__Exercise__: Find every line in the records below that holds the word "hasValue", and copy each one.

__Entries supplied__:
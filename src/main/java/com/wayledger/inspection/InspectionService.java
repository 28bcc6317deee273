package com.wayledger.inspection;

import com.wayledger.board.AnalysisService;
import com.wayledger.board.Board;
import com.wayledger.board.BoardService;
import com.wayledger.board.Circuit;
import com.wayledger.board.ScheduleMapper;
import com.wayledger.engine.CircuitSpec;
import com.wayledger.engine.DeviceSpec;
import com.wayledger.engine.EarthingSystem;
import com.wayledger.engine.WayStatus;
import com.wayledger.engine.inspection.BoardLimits;
import com.wayledger.engine.inspection.BoardResults;
import com.wayledger.engine.inspection.CircuitResults;
import com.wayledger.engine.inspection.GradedValue;
import com.wayledger.engine.inspection.InspectionGrader;
import com.wayledger.engine.inspection.Outcome;
import com.wayledger.engine.inspection.TestConditions;
import com.wayledger.engine.inspection.Urgency;
import com.wayledger.engine.protection.result.Finding;
import com.wayledger.engine.protection.result.Verdict;
import com.wayledger.inspection.InspectionForm.ObservationEntry;
import com.wayledger.inspection.InspectionForm.ResultEntry;
import com.wayledger.loadlog.ChangeLog;
import com.wayledger.loadlog.ChangeLogEntry;
import com.wayledger.site.Site;
import com.wayledger.system.NotFoundException;
import java.time.Instant;
import java.time.LocalDate;
import java.util.ArrayList;
import java.util.LinkedHashMap;
import java.util.LinkedHashSet;
import java.util.List;
import java.util.Map;
import java.util.Objects;
import java.util.Set;
import org.springframework.security.core.Authentication;
import org.springframework.security.core.context.SecurityContextHolder;
import org.springframework.stereotype.Service;
import org.springframework.transaction.annotation.Transactional;
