package com.wayledger.system;

import static org.assertj.core.api.Assertions.assertThat;

import java.io.IOException;
import java.io.InputStream;
import java.io.InputStreamReader;
import java.nio.charset.StandardCharsets;
import java.nio.file.Files;
import java.nio.file.Path;
import java.util.ArrayList;
import java.util.Arrays;
import java.util.HashSet;
import java.util.List;
import java.util.Properties;
import java.util.Set;
import java.util.regex.Matcher;
import java.util.regex.Pattern;
import java.util.stream.Stream;
import org.junit.jupiter.api.Test;

/**
 * Every message bundle the application configures exists (a configured bundle that does not is
 * probed, and warned about, on every message look-up of every page); every en-US word overrides a
 * key of its base bundle; every key a template names is in a bundle.
 */
class MessageBundlesTests {

  @Test
  void everyConfiguredMessageBundleExists() throws IOException {
    String[] basenames =
        settings("application.properties").getProperty("spring.messages.basename").split(",");

    assertThat(basenames).isNotEmpty();
    assertThat(Arrays.stream(basenames).map(String::strip))
        .allSatisfy(
            name ->
                assertThat(getClass().getClassLoader().getResource(name + ".properties"))
                    .as("bundle %s.properties on the classpath", name)
                    .isNotNull());
  }

  @Test
  void everyEnUsWordOverridesAKeyOfItsBaseBundle() throws IOException {
    int overridden = 0;
    for (String name : basenames()) {
      Properties us = bundle(name + "_en_US");
      if (us == null) {
        continue;
      }
      Properties base = bundle(name);
      overridden += us.size();
      assertThat(us.stringPropertyNames())
          .as("keys of %s_en_US.properties missing from %s.properties", name, name)
          .allSatisfy(key -> assertThat(base.containsKey(key)).as(key).isTrue());
    }
    assertThat(overridden).as("en-US words exist at all").isPositive();
  }

  @Test
  void everyMessageKeyATemplateNamesExists() throws IOException {
    Set<String> keys = new HashSet<>();
    for (String name : basenames()) {
      keys.addAll(bundle(name).stringPropertyNames());
    }
    List<String> missing = new ArrayList<>();
    try (Stream<Path> files = Files.walk(Path.of("src/main/resources/templates"))) {
      for (Path file : files.filter(f -> f.toString().endsWith(".html")).sorted().toList()) {
        Matcher key = STATIC_KEY.matcher(Files.readString(file, StandardCharsets.UTF_8));
        while (key.find()) {
          if (!keys.contains(key.group(1))) {
            missing.add(file.getFileName() + ": #{" + key.group(1) + "}");
          }
        }
      }
    }
    assertThat(missing).as("message keys used in templates but in no configured bundle").isEmpty();
  }

  @Test
  void theServersOwnLocaleNeverPicksTheWords() throws IOException {
    assertThat(
            settings("application.properties")
                .getProperty("spring.messages.fallback-to-system-locale"))
        .isEqualTo("false");
  }

  @Test
  void theTemplateCacheIsOnInTheDemoProfileToo() throws IOException {
    assertThat(settings("application.properties").getProperty("spring.thymeleaf.cache"))
        .isEqualTo("true");
    assertThat(settings("application-demo.properties").getProperty("spring.thymeleaf.cache"))
        .as("the demo profile must not switch the template cache off")
        .isNotEqualTo("false");
  }

  /** A literal key: #{word.word} directly followed by ( or }, not one built from an expression. */
  private static final Pattern STATIC_KEY = Pattern.compile("#\\{([A-Za-z][\\w.\\-]*)[}(]");

  private List<String> basenames() throws IOException {
    return Arrays.stream(
            settings("application.properties").getProperty("spring.messages.basename").split(","))
        .map(String::strip)
        .toList();
  }

  /** A bundle read as UTF-8, as Spring reads it (spring.messages.encoding); null if absent. */
  private Properties bundle(String name) throws IOException {
    try (InputStream in = getClass().getClassLoader().getResourceAsStream(name + ".properties")) {
      if (in == null) {
        return null;
      }
      Properties properties = new Properties();
      properties.load(new InputStreamReader(in, StandardCharsets.UTF_8));
      return properties;
    }
  }

  private Properties settings(String file) throws IOException {
    Properties properties = new Properties();
    try (InputStream in = getClass().getClassLoader().getResourceAsStream(file)) {
      properties.load(in);
    }
    return properties;
  }
}
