package com.wayledger.system;

import static org.assertj.core.api.Assertions.assertThat;

import java.net.URI;
import java.net.http.HttpClient;
import java.net.http.HttpRequest;
import java.net.http.HttpResponse;
import java.util.regex.Matcher;
import java.util.regex.Pattern;
import org.junit.jupiter.api.Test;
import org.springframework.boot.test.context.SpringBootTest;
import org.springframework.boot.test.web.server.LocalServerPort;
import org.springframework.test.context.ActiveProfiles;

/**
 * Through the real server: pages link the stylesheet and htmx under content-hashed or versioned
 * URLs, those are cached for a year as immutable, responses are compressed, API answers carry
 * ETags.
 */
@SpringBootTest(webEnvironment = SpringBootTest.WebEnvironment.RANDOM_PORT)
@ActiveProfiles("test")
class AssetDeliveryIntegrationTests {

  @LocalServerPort int port;

  private final HttpClient http = HttpClient.newHttpClient();

  @Test
  void pagesLinkAssetsUnderNamesThatChangeWithTheirContent() throws Exception {
    String login = get("/login", null).body();

    assertThat(login).containsPattern("/css/wayledger-[0-9a-f]{32}\\.css");
    assertThat(login).containsPattern("/favicon-[0-9a-f]{32}\\.svg");
    assertThat(login).contains("/webjars/htmx.org/2.0.8/dist/htmx.min.js");
  }

  @Test
  void hashedAssetsAreCachedForAYearAsImmutableAndCompressed() throws Exception {
    Matcher css =
        Pattern.compile("/css/wayledger-[0-9a-f]{32}\\.css").matcher(get("/login", null).body());
    assertThat(css.find()).isTrue();

    HttpResponse<String> answer = get(css.group(), "gzip");

    assertThat(answer.statusCode()).isEqualTo(200);
    assertThat(answer.headers().firstValue("Cache-Control").orElse(""))
        .contains("max-age=31536000")
        .contains("immutable");
    assertThat(answer.headers().firstValue("Content-Encoding")).hasValue("gzip");
    HttpResponse<String> htmx = get("/webjars/htmx.org/2.0.8/dist/htmx.min.js", "gzip");
    assertThat(htmx.headers().firstValue("Cache-Control").orElse("")).contains("immutable");
    assertThat(htmx.headers().firstValue("Content-Encoding")).hasValue("gzip");
  }

  @Test
  void pagesAreCompressedForABrowserThatAcceptsIt() throws Exception {
    HttpResponse<String> login = get("/login", "gzip");

    assertThat(login.headers().firstValue("Content-Encoding")).hasValue("gzip");
    assertThat(get("/login", null).headers().firstValue("Content-Encoding")).isEmpty();
  }

  @Test
  void apiAnswersCarryAnEtagAndAnUnchangedOneIsNotSentAgain() throws Exception {
    HttpResponse<String> first = get("/api/openapi", null);
    String etag = first.headers().firstValue("ETag").orElseThrow();

    HttpResponse<String> again =
        http.send(
            HttpRequest.newBuilder(URI.create("http://127.0.0.1:" + port + "/api/openapi"))
                .header("If-None-Match", etag)
                .build(),
            HttpResponse.BodyHandlers.ofString());

    assertThat(again.statusCode()).isEqualTo(304);
  }

  private HttpResponse<String> get(String path, String encoding) throws Exception {
    HttpRequest.Builder request =
        HttpRequest.newBuilder(URI.create("http://127.0.0.1:" + port + path));
    if (encoding != null) {
      request.header("Accept-Encoding", encoding);
    }
    return http.send(request.build(), HttpResponse.BodyHandlers.ofString());
  }
}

__Solved exercise__:
    assertThat(answer.headers().firstValue("Content-Encoding")).hasValue("gzip");
    assertThat(htmx.headers().firstValue("Content-Encoding")).hasValue("gzip");
    assertThat(login.headers().firstValue("Content-Encoding")).hasValue("gzip");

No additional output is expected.